→ Task statement
The required output is the lines below from the line containing "func CriticalPair(first, second" to the line containing "func Met(rs, target", inclusive, retyped exactly. No other lines belong in it.

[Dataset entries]
== == ==

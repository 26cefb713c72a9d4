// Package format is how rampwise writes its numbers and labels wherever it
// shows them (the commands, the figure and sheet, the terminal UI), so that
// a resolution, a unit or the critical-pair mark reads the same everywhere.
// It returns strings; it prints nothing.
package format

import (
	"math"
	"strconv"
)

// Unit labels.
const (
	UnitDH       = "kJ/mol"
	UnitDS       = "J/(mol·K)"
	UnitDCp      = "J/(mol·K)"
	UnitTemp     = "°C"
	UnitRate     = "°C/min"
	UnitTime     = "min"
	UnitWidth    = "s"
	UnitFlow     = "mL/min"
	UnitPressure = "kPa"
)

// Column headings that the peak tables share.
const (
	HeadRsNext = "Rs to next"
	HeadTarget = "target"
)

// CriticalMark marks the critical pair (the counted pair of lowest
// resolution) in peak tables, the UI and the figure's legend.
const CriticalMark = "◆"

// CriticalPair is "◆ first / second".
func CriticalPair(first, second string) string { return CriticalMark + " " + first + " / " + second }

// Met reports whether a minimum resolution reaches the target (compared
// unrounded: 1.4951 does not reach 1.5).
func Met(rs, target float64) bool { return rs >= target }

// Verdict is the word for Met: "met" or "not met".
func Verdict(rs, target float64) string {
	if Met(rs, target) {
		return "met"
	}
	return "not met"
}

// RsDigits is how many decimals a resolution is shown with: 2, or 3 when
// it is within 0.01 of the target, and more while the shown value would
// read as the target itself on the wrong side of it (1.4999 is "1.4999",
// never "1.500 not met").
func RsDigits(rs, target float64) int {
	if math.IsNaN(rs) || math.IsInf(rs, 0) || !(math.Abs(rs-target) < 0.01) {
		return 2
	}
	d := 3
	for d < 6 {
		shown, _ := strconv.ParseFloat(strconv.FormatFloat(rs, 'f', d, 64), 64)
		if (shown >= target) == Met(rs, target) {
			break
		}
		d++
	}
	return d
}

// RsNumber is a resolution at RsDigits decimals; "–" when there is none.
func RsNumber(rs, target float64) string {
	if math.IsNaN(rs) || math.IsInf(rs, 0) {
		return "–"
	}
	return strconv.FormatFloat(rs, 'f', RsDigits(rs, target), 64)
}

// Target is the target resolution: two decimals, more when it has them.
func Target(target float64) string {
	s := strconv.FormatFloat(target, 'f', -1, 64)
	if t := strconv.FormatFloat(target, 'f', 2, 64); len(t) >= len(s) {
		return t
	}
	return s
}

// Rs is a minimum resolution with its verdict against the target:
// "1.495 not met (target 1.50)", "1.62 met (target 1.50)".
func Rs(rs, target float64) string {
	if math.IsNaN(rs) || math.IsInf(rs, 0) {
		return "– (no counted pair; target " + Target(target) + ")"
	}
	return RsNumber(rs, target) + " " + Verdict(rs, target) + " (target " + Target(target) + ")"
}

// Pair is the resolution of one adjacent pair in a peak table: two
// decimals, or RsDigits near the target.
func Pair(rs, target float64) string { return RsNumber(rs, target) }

== == ==

→ Output of the task
func CriticalPair(first, second string) string { return CriticalMark + " " + first + " / " + second }

// Met reports whether a minimum resolution reaches the target (compared
// unrounded: 1.4951 does not reach 1.5).
func Met(rs, target float64) bool { return rs >= target }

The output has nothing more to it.